1979 (October 29, 2024)

Studio(s)

Paramount Pictures (Vinegar Syndrome Labs)
  • Film/Program Grade: C
  • Video Grade: A
  • Audio Grade: A
  • Extras Grade: A-

Bloodline (Blu-ray)

Buy it Here!

Review

“All these ghastly things, one after another.”—James Mason as Sir Alec Nichols

A contender for the worst movie with the greatest cast, (Sidney Sheldon’s) Bloodline (1979), the penultimate theatrical starring film of Audrey Hepburn, isn’t quite as bad as its reputation, though overall, it’s certainly mediocre, a thriller bereft of thrills. She gives an interesting performance, the cinematography (by Freddie Young) is attractive, the locations are interesting, Ennio Morricone’s music is generally good, and it’s fun to see so much great talent interact.
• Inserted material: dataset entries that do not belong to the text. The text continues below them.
class _Layer:
    """One layer prepared for the joint's system: its assembly, reduced system and end operators."""

    def __init__(self, name, model, joint, cases, distortion_limit, timer):
        self.name = name
        lm = copy.copy(model)
        lm.cases = {c: list(model.cases.get(c, [])) for c in cases}
        lm.pins = list(model.pins)
        for pin in lm.pins:  # the joint is one linear solve: no contact iteration for a pin of a layer
            if pin.tie == "contact":
                raise InputError(f"layer {name!r} holds pin {pin.name!r} with tie='contact' (bearing contact), which "
                                 "a joint's solve does not take (one linear solve, no contact iteration); give the "
                                 "pin tie='rigid' or tie='spreading' in the joint, or solve that layer alone with its "
                                 "contact pin and the joint's fastener loads on it")
        self.hole_pins: dict[tuple[int, int], str] = {}
        for g, fz in enumerate(joint.fasteners):
            edges = fz.holes.get(name)
            if edges is None or name not in fz.layers:
                continue
            pts = fz.points(joint)
            for i, edge in enumerate(edges):  # one pin per modelled hole (the ties are per pin)
                pin = Pin(edge, tie=fz.tie, at=pts[i], hold=None, name=f"{fz.name}[{i}]@{name}")
                check_new_pin(lm, pin)
                lm.pins.append(pin)
                self.hole_pins[(g, i)] = pin.name
        # read by the report's inputs: the layer is loaded through these fasteners, its hole pins carry them
        lm.joint_layer = name
        lm.joint_fasteners = [fz for fz in joint.fasteners if name in fz.layers]
        lm.joint_pins = {pn: (joint.fasteners[g].name, i + 1) for (g, i), pn in self.hole_pins.items()}
        self.model = lm
        asm = Assembly(lm, distortion_limit=distortion_limit)
        self.asm, mesh = asm, asm.mesh
        self.mesh = mesh
        from .static import constrain, matrix_entries, reduced_loads, split_unknowns

        cons = constrain(mesh, lm.supports)
        self.cons = cons
        self.tie = Tying(asm, lm, cons) if lm.pins else None
        note_snapped(mesh, lm.supports, pending_warnings(asm))
        zero_energy_check(asm, sink=pending_warnings(asm))
        ndof = 2 * mesh.n_nodes
        up, self.free, self.pdofs, free_index, pres_index = split_unknowns(mesh, cons, self.tie)
        self.entries = matrix_entries(asm)
        system = asm.system(free_index, pres_index, cons.rotation, timer)
        self.loads, F, Fl, rhs, system = reduced_loads(asm, system, cons, self.tie, cases, self.free, self.pdofs, up)
        self.system, self.rhs, self.F, self.Fl, self.up = system, rhs, F, Fl, up
        self.n = system.lower.shape[0]
        nO = self.free.size
        rows, cols, vals = [self.free], [np.arange(nO)], [np.ones(nO)]
        if self.tie is not None and self.tie.E.size:
            A = self.tie.A.tocoo()
            rows.append(self.tie.E[A.row]); cols.append(A.col); vals.append(A.data)
        self.T = sp.csr_matrix((np.concatenate(vals), (np.concatenate(rows), np.concatenate(cols))),
                               shape=(ndof, self.n))
        self.eliminated = np.zeros(ndof, bool)
        if self.tie is not None:
            self.eliminated[self.tie.E] = True

    def weights(self, nodes: np.ndarray | None = None):
        """:func:`_node_weights` of the layer, at ``nodes`` (all nodes by default)."""
        cells = None if nodes is None else self.cells_touching(nodes)
        return _node_weights(self.asm, nodes, getattr(self, "load_axis", None), cells=cells)

    def cells_touching(self, nodes: np.ndarray) -> list[np.ndarray]:
        """The cells that touch ``nodes``: a sorted index array per block of the assembly, read from each
        block's node-to-cell incidence (built once per layer), so a fastener's patch costs its own size and
        not a pass over the layer's cells per group of fasteners."""
        if not hasattr(self, "_incidence"):
            n = self.mesh.n_nodes
            self._incidence = [sp.csr_matrix((np.ones(b.conn.size, bool), (b.conn.ravel(),
                                              np.repeat(np.arange(b.conn.shape[0]), b.conn.shape[1]))),
                                             shape=(n, b.conn.shape[0])) for b in self.asm.blocks]
        nodes = np.unique(np.asarray(nodes, dtype=np.int64))
        return [np.unique(inc[nodes].indices) for inc in self._incidence]

    def used_by_x(self) -> tuple[np.ndarray, np.ndarray]:
        """The layer's used nodes sorted by x and their x (built once): the nodes in a box are a slice."""
        if not hasattr(self, "_by_x"):
            used = np.flatnonzero(self.mesh.used_nodes())
            o = np.argsort(self.mesh.nodes[used, 0], kind="stable")
            self._by_x = (used[o], self.mesh.nodes[used[o], 0])
        return self._by_x

    def end_operator(self, g: int, fz, pts: np.ndarray) -> tuple[sp.csr_matrix, np.ndarray, np.ndarray]:
        """(S (2k, 2n): each end's mean translation from the full unknowns, thickness (k,), modulus (k,))."""
        mesh, k, ndof = self.mesh, pts.shape[0], 2 * self.mesh.n_nodes
        if (g, 0) in self.hole_pins:
            by_name = {d["pin"].name: d for d in self.tie.data}
            _, t, E = self.weights(np.concatenate([by_name[self.hole_pins[(g, i)]]["nodes"] for i in range(k)]))
            rows, cols, vals, tt, ee = [], [], [], [], []
            for i in range(k):  # the hole pins' fits (one per modelled hole, from the ties)
                d = by_name[self.hole_pins[(g, i)]]
                C = d["C"][:2]
                rows.append(np.repeat(2 * i + np.arange(2), C.shape[1])); cols.append(np.tile(d["dofs"], 2))
                vals.append(C.ravel())
                tt.append(t[d["nodes"]].max()); ee.append(E[d["nodes"]].max())
            S = sp.csr_matrix((np.concatenate(vals), (np.concatenate(rows), np.concatenate(cols))), shape=(2 * k, ndof))
            return S, np.array(tt), np.array(ee)
        from scipy.spatial import cKDTree

        by_x, xs = self.used_by_x()
        pad = 2 * fz.diameter  # the nodes around the fasteners only (a tree over a band, not the whole layer)
        lo, hi = pts.min(axis=0) - pad, pts.max(axis=0) + pad
        band = by_x[np.searchsorted(xs, lo[0], side="left"):np.searchsorted(xs, hi[0], side="right")]
        y = mesh.nodes[band, 1]
        box = np.sort(band[(y >= lo[1]) & (y <= hi[1])])  # in node order, as the nearest node's ties were
        used = box if box.size else np.sort(by_x)
        tree = cKDTree(mesh.nodes[used])
        dist, near = tree.query(pts)
        if np.any(dist > pad) and used.size < by_x.size:  # a mesh coarser than the box: the nearest of all
            used = np.sort(by_x)
            tree = cKDTree(mesh.nodes[used])
            dist, near = tree.query(pts)
        # the nodes within d / 2, a node at d / 2 to round-off among them (a patch does not hang on round-off)
        pairs = cKDTree(pts).sparse_distance_matrix(tree, fz.diameter / 2 * (1 + 1e-9), output_type="ndarray")
        pi = np.r_[np.arange(k), pairs["i"].astype(np.int64)]
        nj = used[np.r_[near, pairs["j"].astype(np.int64)]]
        key = np.unique(pi * mesh.n_nodes + nj)
        pi, nj = key // mesh.n_nodes, key % mesh.n_nodes
        few = np.bincount(pairs["i"].astype(np.int64), minlength=k) < 3
        if few.any():  # a point with few nodes near it: inside the layer at all? (point location of those only)
            from .locate import locate

            try:
                locate(mesh, pts[few])
            except InputError as exc:
                hole = _hole_at(mesh, pts[few])
                if hole is not None:
                    i, e, size = hole
                    raise InputError(f"fasteners {fz.name!r}: fastener at ({pts[few][i, 0]:g}, {pts[few][i, 1]:g}) sits in "
                                     f"hole {e!r} of layer {self.name!r} (a hole cut in its mesh, diameter {size:.4g}), "
                                     f"which holes= does not list; give holes={{{self.name!r}: [...]}} with one hole "
                                     "edge per fastener, in the order of the points, so each fastener is tied to its "
                                     "hole's edge") from None
                raise InputError(f"fasteners {fz.name!r} join layer {self.name!r}, but {exc}; if the fastener sits in a "
                                 "hole cut in the layer's mesh, name the hole's edge in holes=; else move the fastener "
                                 "into the layer, or leave the layer out of its layers=") from None
        rot = self.cons.rotation
        if rot is not None and np.isin(nj, rot.nodes).any():
            raise InputError(f"fasteners {fz.name!r}: a fastener's patch in layer {self.name!r} takes a node held along "
                             "an inclined direction; move the fastener or hold that edge along x or y")
        cells = self.cells_touching(nj)
        w, t, E = _node_weights(self.asm, nj, getattr(self, "load_axis", None), cells=cells)
        wn = w[nj]
        if few.any():
            i = int(np.argmax(few))
            warn(f"{int(few.sum())} of the {k} fasteners {fz.name!r} have fewer than 3 nodes of layer {self.name!r} "
                 f"within d/2 (first at ({pts[i, 0]:g}, {pts[i, 1]:g})): the mesh is coarser than the fastener, so "
                 "its spring acts almost at a point and its load depends on the mesh; refine near the fasteners to "
                 "an element size of d/4 or less", "fastener-patch", sink=pending_warnings(self.asm))
        near = _edge_distance(mesh, [(b.conn[c], b.etype.cell) for b, c in zip(self.asm.blocks, cells)], pts, pi, nj,
                              self.cons.rows.node)
        out = near < fz.diameter / 2 * (1 - 1e-9)
        if out.any():
            i = int(np.argmax(out))
            us = self.model.unit_system
            lu = f" {us.unit_of('length')}" if us.stated else ""
            warn(f"{int(out.sum())} of the {k} fasteners {fz.name!r} sit closer than d/2 = {fz.diameter / 2:g}{lu} to a "
                 f"free edge of layer {self.name!r} (first at ({pts[i, 0]:g}, {pts[i, 1]:g}), {near[i]:.3g}{lu} from "
                 "it): the hole would break out through the edge and the spring's patch is cut by it; check the "
                 "point and the layer's outline (an edge distance of about 2 d is common practice)", "fastener-edge",
                 sink=pending_warnings(self.asm))
        total = np.bincount(pi, wn, minlength=k)
        share = wn / total[pi]
        S = sp.csr_matrix((np.r_[share, share], (np.r_[2 * pi, 2 * pi + 1], np.r_[2 * nj, 2 * nj + 1])),
                          shape=(2 * k, ndof))
        tt = np.zeros(k)
        ee = np.zeros(k)
        np.maximum.at(tt, pi, t[nj])
        np.maximum.at(ee, pi, E[nj])
        return S, tt, ee
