def _check_not_users(out: Path) -> None:
    """Refuse to replace files of the demo's names that an earlier demo did not write (e.g. a user's report).

    A folder the demo wrote before has its summary.json, marked ``"written_by": "planar demo"`` (or,
    written before the mark, naming a demo part): the demo writes over its own files only.
    """
    from .core.errors import InputError

    there = [n for n in DEMO_FILES if (out / n).exists()]
    if not there:
        return
    try:
        mark = json.loads((out / "summary.json").read_text(encoding="utf-8"))
        ours = mark.get("written_by") == _WRITTEN_BY or "(demo part)" in str(mark.get("part", ""))
    except (OSError, ValueError, AttributeError):
        ours = False
    if not ours:
        raise InputError(f"the folder {str(out)!r} already holds {', '.join(there)}, not written by planar demo; "
                         "the demo would replace them: give it a folder of its own (planar demo --out DIR, or "
                         "run_demo(out=DIR)), or move those files away")


def _demo_figures(part: SpliceStrap, fine, conv, out: Path) -> dict[str, tuple[Path, str]]:
    """The PNG figures of the demo: {role: (path, caption)}."""
    from .post.plots import plot_along, plot_field

    r = part.hole_diameter / 2
    w = part.width / 2
    figs: dict[str, tuple[Path, str]] = {}
    p = out / "von_mises.png"
    plot_field(fine, "von_mises", recovery="spr", path=p,
               title=f"von Mises stress in the splice strap, {part.load / 1000:g} kN tension")
    figs["von_mises"] = (p, "von Mises stress on the strap, with its deformed outline dashed (displacements "
                            "magnified), recovered by superconvergent patch recovery; the peak is marked.")
    p = out / "hole_close_up.png"
    plot_field(fine, "von_mises", recovery="spr", path=p, mesh_lines=True, scale=None,
               window=(-2.5 * r, -w, 2.5 * r, w), title="von Mises stress around the bolt hole, finest mesh")
    figs["hole_close_up"] = (p, "Close-up of the bolt hole on the undeformed shape with the finest mesh: "
                                "quadratic triangles whose sides follow the hole.")
    p = out / "sigma_xx.png"
    plot_field(fine, "sigma_xx", recovery="spr", path=p, title=r"axial stress $\sigma_{xx}$")
    figs["sigma_xx"] = (p, "Axial stress sigma_xx (diverging colours centred on zero: red tension, "
                           "blue compression); its maximum and minimum are marked.")
    p = out / "net_section.png"
    plot_along(fine, (0.0, r), (0.0, w), "sigma_xx", recovery="spr", n_points=201, path=p,
               lines={"net-section stress P/((W-d)t)": part.net_stress,
                      "handbook peak Kt x net stress": part.peterson_kt() * part.net_stress},
               title="axial stress across the net section, from the hole edge to the strap edge")
    figs["net_section"] = (p, "sigma_xx along the net section (x = 0) from the hole edge to the free edge, "
                              "with the nominal net-section stress and the handbook peak.")
    p = out / "convergence.png"
    conv.plot(p, title="peak von Mises stress against the number of unknowns")
    figs["convergence"] = (p, f"Peak von Mises stress on the {len(part.sizes)} meshes, with the Richardson "
                              "extrapolation and the grid convergence index band on the finest mesh.")
    return figs
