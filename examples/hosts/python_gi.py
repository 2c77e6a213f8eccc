#!/usr/bin/python3
# python_gi.py: bandmass from Python through GObject introspection: one call,
# the operation list, and a band grid handed over straight from NumPy.
import json

import gi
gi.require_version('Bandmass', '1.0')
from gi.repository import Bandmass, GLib
import numpy as np

# Any operation: JSON request in, JSON response out (as `bandmass call OP`).
constants = json.loads(Bandmass.call('constants', '{}'))['constants']
print('hbar^2/m_e =', constants['hbar2_over_me_ev_a2']['value'], 'eV A^2')

for op in Bandmass.list_operations():
    keys = ', '.join(p.get_name() for p in op.get_params())
    print(f'{op.get_name():20s} {op.get_summary()}  [{keys}]')

# Bad input raises GLib.Error in the Bandmass.Error domain, naming the key.
try:
    Bandmass.call('constants', '{"temperature_k": 300}')
except GLib.Error as e:
    assert e.matches(Bandmass.Error.quark(), Bandmass.Error.INVALID_INPUT)
    print('error:', e.message)

# A band grid from NumPy: shape (nbands, n1, n2, n3), eV; no file is written.
a, n = 4.0, 16                                    # cubic cell (A), mesh
k = 2 * np.pi / a * np.arange(n) / n
kx, ky, kz = np.meshgrid(k, k, k, indexing='ij')
energies = (2 * 0.5 * (1 - np.cos(kx * a)) + 2 * 1.0 * (1 - np.cos(ky * a))
            + 2 * 2.0 * (1 - np.cos(kz * a)))[np.newaxis]
recip = 2 * np.pi / a * np.eye(3)                 # rows b1 b2 b3, 1/A
bands = Bandmass.Bands.new_from_array(energies, energies.shape[0],
                                      energies.shape[1:], recip)
print('grid:', bands.get_nbands(), 'band(s) on a', list(bands.get_mesh()), 'mesh')

# Masses along x, y, z: hbar^2 / (2 t a^2) for t = 0.5, 1, 2 eV (cosine bands).
for x in bands.find_extrema(None):
    print(x.get_kind(), x.get_energy(), 'eV at', x.get_k(), '1/A;',
          'masses', x.get_principal_masses(), 'm_e', x.get_warnings())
But the source material is trashy, even unseemly, the screenplay (by Laird Koenig) never coalesces, and Terence Young’s direction is flaccid when not also derivative.

Like Billy Wilder’s Fedora, this is a mostly West German production populated by international talent, hence the many Germans in supporting parts. Though slick and attractive, the sound recording and mixing is rather substandard and distracting.

Sam Roffe, the president of Roffe Pharmaceuticals, a billion-dollar empire, is murdered while mountain-climbing. His position within the company is inherited by New York paleontologist Elizabeth (Hepburn), his daughter. In the original novel, Elizabeth was in her early 20s, but more age-appropriate actresses turn the part down. For the star’s benefit they upped the age of the character to 35, and while Hepburn was still quite beautiful at this point, she looks every bit her real age, nearly 50 at the time.

Elizabeth’s various cousins assume the inexperienced new company head will agree to go public with the firm; all are anxious to cash in their stock to pay various debts. They include Sir Alec Nichols (James Mason), a member of the British Parliament whose much-younger wife, Vivian (Michelle Phillips), is a gambling addict; Ivo Palazzi (Omar Shariff), who’s married to Simonetta (Irene Papas), but has a secret second family on a sly, including lover Donatella (Claudia Mori); and Hélène Martin (Romy Schneider), whose husband, Charles (Maurice Ronet), is also in dire need of quick cash.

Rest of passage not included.